**Work task**
Please print the entries below exactly, from the line with "const first = sweepOnBench();" through the line with "expect(refused.status).not.toBe(0);", including both of those lines and leaving out all others.

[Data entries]
★ ★ ★ ★ ★ ★ ★

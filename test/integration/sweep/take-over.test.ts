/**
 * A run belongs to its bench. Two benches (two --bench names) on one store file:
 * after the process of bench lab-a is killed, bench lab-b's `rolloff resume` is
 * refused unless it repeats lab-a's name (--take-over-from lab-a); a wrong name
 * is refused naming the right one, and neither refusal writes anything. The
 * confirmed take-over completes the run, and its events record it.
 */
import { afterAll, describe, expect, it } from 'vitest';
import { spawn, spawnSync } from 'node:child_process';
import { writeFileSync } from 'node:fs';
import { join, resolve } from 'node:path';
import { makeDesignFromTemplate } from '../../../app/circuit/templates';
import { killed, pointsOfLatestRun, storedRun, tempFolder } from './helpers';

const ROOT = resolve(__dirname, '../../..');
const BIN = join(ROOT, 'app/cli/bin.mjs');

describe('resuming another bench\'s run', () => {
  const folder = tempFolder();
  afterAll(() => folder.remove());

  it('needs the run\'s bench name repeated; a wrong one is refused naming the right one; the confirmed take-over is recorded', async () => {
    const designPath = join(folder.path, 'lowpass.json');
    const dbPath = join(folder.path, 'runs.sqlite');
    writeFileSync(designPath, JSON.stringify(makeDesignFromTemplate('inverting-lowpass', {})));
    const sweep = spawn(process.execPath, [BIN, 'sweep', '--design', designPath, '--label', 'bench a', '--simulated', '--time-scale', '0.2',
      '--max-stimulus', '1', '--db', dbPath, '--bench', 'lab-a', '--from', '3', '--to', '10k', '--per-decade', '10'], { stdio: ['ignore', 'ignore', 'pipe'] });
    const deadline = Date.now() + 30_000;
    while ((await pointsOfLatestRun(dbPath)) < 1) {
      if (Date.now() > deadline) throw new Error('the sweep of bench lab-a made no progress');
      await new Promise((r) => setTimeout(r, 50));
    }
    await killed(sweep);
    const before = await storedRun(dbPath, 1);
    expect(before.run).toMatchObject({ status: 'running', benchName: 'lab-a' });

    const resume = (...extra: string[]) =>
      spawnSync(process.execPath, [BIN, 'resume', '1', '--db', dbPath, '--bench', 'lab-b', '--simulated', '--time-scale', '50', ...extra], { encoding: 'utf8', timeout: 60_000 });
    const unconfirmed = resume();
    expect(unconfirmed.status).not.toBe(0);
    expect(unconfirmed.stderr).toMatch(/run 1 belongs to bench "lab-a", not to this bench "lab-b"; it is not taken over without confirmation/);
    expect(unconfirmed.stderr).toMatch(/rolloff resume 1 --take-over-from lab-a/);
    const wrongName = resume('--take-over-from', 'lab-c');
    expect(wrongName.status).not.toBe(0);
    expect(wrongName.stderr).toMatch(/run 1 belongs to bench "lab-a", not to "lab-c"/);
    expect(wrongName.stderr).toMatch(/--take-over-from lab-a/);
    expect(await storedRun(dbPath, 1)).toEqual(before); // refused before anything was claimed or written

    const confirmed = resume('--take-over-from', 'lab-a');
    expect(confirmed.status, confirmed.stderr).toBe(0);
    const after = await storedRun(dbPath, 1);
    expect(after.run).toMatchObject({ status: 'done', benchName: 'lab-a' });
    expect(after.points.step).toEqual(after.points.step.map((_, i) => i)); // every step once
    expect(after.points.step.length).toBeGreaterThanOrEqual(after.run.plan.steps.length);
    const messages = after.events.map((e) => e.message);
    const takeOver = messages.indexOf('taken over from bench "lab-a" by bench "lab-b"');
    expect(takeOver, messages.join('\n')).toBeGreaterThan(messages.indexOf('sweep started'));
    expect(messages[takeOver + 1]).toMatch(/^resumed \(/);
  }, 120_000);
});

★ ★ ★ ★ ★ ★ ★

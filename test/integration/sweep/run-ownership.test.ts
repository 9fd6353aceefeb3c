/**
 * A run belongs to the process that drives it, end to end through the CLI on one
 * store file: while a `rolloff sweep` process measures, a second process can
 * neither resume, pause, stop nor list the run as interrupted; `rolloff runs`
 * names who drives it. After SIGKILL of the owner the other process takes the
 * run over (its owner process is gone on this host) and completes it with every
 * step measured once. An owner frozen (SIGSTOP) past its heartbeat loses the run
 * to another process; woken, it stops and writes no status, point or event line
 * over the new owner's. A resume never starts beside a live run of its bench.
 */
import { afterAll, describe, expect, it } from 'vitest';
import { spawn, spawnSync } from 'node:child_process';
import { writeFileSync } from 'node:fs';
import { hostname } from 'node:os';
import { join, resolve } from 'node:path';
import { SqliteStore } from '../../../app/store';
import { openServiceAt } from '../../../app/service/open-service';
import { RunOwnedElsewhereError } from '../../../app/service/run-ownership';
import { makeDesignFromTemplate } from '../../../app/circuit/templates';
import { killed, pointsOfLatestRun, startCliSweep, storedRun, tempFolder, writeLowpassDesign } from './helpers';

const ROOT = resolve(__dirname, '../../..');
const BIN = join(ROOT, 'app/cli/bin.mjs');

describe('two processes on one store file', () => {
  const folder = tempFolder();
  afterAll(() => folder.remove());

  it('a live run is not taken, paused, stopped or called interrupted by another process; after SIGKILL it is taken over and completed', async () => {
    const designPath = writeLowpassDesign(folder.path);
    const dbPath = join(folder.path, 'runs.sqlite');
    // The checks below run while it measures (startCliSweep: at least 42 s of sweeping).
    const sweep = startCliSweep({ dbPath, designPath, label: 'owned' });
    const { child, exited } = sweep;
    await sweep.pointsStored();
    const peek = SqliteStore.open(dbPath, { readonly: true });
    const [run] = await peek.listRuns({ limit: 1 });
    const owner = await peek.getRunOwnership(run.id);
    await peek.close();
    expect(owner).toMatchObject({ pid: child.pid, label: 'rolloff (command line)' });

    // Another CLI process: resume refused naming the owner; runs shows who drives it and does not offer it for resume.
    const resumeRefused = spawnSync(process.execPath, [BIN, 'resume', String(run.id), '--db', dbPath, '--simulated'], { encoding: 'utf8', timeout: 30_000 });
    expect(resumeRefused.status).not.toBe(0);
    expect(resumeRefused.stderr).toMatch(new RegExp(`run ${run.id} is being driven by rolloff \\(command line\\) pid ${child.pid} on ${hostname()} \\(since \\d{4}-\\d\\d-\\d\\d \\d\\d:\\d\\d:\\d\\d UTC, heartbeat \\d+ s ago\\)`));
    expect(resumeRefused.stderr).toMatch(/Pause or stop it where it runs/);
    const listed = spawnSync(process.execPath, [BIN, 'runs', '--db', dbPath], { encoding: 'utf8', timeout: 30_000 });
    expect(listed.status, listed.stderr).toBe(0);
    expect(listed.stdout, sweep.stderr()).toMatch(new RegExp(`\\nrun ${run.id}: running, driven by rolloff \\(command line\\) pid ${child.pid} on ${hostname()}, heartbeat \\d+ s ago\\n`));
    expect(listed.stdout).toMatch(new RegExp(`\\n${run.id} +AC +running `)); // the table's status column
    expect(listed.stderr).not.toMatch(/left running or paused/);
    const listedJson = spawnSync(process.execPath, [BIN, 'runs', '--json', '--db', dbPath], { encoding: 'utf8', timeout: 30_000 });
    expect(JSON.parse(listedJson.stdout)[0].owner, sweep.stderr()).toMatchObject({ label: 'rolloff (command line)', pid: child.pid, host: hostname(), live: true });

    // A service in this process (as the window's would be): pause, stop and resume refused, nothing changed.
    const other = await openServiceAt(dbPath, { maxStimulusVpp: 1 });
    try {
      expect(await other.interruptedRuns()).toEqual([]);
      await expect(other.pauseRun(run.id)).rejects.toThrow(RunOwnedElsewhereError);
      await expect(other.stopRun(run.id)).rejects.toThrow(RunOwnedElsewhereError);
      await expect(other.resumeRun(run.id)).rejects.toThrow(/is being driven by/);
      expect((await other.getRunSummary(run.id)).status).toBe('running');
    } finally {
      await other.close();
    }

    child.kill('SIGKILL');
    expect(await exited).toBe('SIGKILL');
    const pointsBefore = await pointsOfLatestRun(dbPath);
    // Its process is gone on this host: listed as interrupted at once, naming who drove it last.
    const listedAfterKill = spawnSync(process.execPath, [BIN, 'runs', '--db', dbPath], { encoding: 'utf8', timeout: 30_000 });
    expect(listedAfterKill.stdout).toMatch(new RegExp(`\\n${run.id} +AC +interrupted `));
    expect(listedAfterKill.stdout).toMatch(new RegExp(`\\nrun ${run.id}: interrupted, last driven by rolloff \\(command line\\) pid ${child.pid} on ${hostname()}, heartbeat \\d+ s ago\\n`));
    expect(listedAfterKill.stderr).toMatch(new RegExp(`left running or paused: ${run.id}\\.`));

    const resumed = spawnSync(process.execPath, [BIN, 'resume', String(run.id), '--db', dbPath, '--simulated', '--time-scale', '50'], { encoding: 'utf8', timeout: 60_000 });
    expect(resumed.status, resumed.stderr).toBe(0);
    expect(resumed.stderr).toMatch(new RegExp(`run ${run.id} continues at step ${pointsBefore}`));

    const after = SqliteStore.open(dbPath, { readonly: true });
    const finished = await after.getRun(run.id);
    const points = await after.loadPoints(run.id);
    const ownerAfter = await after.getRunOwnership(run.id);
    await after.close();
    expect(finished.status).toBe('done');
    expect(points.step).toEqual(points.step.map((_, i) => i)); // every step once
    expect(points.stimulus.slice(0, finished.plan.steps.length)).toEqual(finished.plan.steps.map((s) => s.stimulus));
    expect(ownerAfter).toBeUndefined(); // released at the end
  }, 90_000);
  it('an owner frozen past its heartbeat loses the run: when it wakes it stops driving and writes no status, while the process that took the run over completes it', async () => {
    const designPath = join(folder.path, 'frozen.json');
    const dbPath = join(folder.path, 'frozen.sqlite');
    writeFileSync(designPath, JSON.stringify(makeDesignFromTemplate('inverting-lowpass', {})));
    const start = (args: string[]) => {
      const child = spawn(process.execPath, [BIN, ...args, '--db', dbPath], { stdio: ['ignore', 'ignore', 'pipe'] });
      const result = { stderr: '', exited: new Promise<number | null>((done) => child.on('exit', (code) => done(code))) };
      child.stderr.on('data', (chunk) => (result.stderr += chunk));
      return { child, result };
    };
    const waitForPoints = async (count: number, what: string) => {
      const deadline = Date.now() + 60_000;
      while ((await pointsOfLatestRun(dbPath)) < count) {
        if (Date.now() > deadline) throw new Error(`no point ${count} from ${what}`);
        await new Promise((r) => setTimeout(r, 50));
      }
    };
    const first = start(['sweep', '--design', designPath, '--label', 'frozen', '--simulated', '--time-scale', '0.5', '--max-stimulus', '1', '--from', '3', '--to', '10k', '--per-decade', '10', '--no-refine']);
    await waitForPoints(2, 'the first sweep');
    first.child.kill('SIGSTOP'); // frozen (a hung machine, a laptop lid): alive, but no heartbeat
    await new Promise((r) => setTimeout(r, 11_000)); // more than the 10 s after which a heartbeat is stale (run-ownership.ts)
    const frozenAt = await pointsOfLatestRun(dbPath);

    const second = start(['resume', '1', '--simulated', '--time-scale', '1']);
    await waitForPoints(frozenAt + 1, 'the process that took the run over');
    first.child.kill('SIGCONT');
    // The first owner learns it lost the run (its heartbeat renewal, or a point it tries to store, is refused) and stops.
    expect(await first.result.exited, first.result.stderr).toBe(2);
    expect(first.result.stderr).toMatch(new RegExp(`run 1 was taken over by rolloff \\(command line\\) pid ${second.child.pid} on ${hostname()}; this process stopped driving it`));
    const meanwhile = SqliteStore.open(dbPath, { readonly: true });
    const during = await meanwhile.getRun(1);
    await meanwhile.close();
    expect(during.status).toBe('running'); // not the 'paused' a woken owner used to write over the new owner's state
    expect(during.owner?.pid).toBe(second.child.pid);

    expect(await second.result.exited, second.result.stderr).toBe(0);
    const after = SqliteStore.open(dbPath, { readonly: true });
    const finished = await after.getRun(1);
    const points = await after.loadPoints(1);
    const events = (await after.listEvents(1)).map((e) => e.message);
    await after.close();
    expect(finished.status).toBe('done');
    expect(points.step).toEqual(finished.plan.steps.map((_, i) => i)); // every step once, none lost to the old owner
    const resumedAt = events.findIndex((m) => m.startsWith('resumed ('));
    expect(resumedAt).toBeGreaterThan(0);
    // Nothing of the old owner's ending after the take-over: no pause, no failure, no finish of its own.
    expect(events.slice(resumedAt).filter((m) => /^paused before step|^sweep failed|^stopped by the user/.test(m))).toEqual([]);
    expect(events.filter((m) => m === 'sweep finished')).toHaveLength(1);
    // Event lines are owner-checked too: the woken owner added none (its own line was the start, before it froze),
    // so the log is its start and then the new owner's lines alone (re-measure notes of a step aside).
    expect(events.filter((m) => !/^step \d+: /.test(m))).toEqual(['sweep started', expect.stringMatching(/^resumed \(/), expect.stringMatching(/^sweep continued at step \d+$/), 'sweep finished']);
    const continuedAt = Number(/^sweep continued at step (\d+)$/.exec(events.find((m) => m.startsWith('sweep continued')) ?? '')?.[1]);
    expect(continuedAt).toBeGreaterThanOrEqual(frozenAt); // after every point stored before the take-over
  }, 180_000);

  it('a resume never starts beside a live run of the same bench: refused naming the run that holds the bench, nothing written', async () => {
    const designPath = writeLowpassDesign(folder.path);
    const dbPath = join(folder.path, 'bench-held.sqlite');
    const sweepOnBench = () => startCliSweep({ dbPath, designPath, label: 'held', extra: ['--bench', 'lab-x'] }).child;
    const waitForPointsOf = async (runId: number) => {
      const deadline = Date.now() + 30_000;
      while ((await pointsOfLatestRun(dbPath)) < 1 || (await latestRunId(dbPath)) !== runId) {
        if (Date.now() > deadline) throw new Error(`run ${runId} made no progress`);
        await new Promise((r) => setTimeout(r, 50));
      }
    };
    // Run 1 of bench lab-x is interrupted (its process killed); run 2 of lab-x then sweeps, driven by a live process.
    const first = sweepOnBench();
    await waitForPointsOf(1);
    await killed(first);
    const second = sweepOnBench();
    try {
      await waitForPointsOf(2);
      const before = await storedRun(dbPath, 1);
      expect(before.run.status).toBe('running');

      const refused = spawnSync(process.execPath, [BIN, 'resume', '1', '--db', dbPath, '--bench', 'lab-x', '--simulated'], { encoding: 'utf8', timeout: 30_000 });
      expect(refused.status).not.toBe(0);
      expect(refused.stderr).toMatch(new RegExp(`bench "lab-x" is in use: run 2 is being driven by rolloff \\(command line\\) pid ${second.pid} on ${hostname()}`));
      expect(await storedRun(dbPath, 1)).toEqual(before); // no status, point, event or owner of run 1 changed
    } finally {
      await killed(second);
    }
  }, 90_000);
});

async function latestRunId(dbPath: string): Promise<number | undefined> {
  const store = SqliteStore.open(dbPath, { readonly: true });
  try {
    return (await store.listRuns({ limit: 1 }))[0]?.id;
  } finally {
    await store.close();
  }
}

★ ★ ★ ★ ★ ★ ★

**The completed task**
    const first = sweepOnBench();
    await waitForPointsOf(1);
    await killed(first);
    const second = sweepOnBench();
    try {
      await waitForPointsOf(2);
      const before = await storedRun(dbPath, 1);
      expect(before.run.status).toBe('running');

      const refused = spawnSync(process.execPath, [BIN, 'resume', '1', '--db', dbPath, '--bench', 'lab-x', '--simulated'], { encoding: 'utf8', timeout: 30_000 });
      expect(refused.status).not.toBe(0);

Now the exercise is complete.